What are the most important things to get right?

Build Trust and Clarity – establish trust within the organization and ensure clarity around common goals and objectives to align efforts and drive performance effectively. Without trust and clarity, performance enablement can do very little. 

Establish a consistent feedback cadence – establish a consistent and meaningful feedback cadence that suits the organization’s needs and industry dynamics to facilitate continuous improvement and development. Remember that company size, revenue, and culture all impact what the correct cadence can look like. 

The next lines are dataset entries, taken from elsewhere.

// The tables of a season's results: printed in the season report and written as CSV beside the
// run file (NAME-visits.csv, NAME-sensors.csv). Amounts in mm, fluxes positive downward.
#pragma once

#include <string>

#include <fmt/format.h>

#include "wetfront/profiles/run_record.hpp"
#include "wetfront/profiles/visit_balance.hpp"
#include "wetfront/site/report_table.hpp"
#include "wetfront/site/sensor_check.hpp"

namespace wetfront::site {

inline constexpr double kMmPerCm = 10.0;

// An amount in cm as mm with one decimal.
inline std::string mm(double cm) { return fmt::format("{:.1f}", cm * kMmPerCm); }

// "20-80 cm": the depths the stored water spans.
inline std::string depth_range(const StorageCheck& storage) {
  return fmt::format("{}-{} cm", number(storage.depths_cm.front()), number(storage.depths_cm.back()));
}

// The ISO 8601 time `days` after the run start; "day 12.50" when the start is not a timestamp.
std::string date_after(const std::string& run_start, double days);

// Net downward flux across the first recharge plane over an interval (cm); 0 without a plane.
double recharge_cm(const profiles::IntervalBalance& balance);

// "drainage at 150 cm", or "recharge plane" when the record has no plane.
std::string plane_label(const profiles::RunRecord& record);

// Per visit interval: dates, every balance term in mm, one row per interval. Also the CSV.
// With a sensor check holding a Darcy or a water-table estimate: also that estimate and its
// agreement with the model; with water contents at two or more depths: the observed and the
// simulated change of stored water.
ReportTable visit_balance_table(const profiles::RunRecord& record, const SensorCheck* sensors = nullptr);

// The fit metrics per sensor and pooled, one row each, with units in the headers.
ReportTable sensor_metrics_table(const SensorCheck& sensors);

}  // namespace wetfront::site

Integrate the right technology into your process – implement appropriate technology solutions tailored to the organization’s size and needs to streamline performance management processes and enhance efficiency. 

Emphasize individual accountability – encourage employees to take ownership of their career development and performance within the established framework. The responsibility of reviewing performance cannot be left to only the manager.

What are common pitfalls?

Lack of Consistency – inconsistency in practicing what is preached, leading to a disconnect between managerial expectations and actions.

Lack of Transparency – failure to maintain transparency in communication and decision-making processes, resulting in confusion and mistrust among employees.

Poor Communication – ineffective communication practices, including ambiguity, inconsistency, or lack of clarity, which can hinder employee engagement and performance.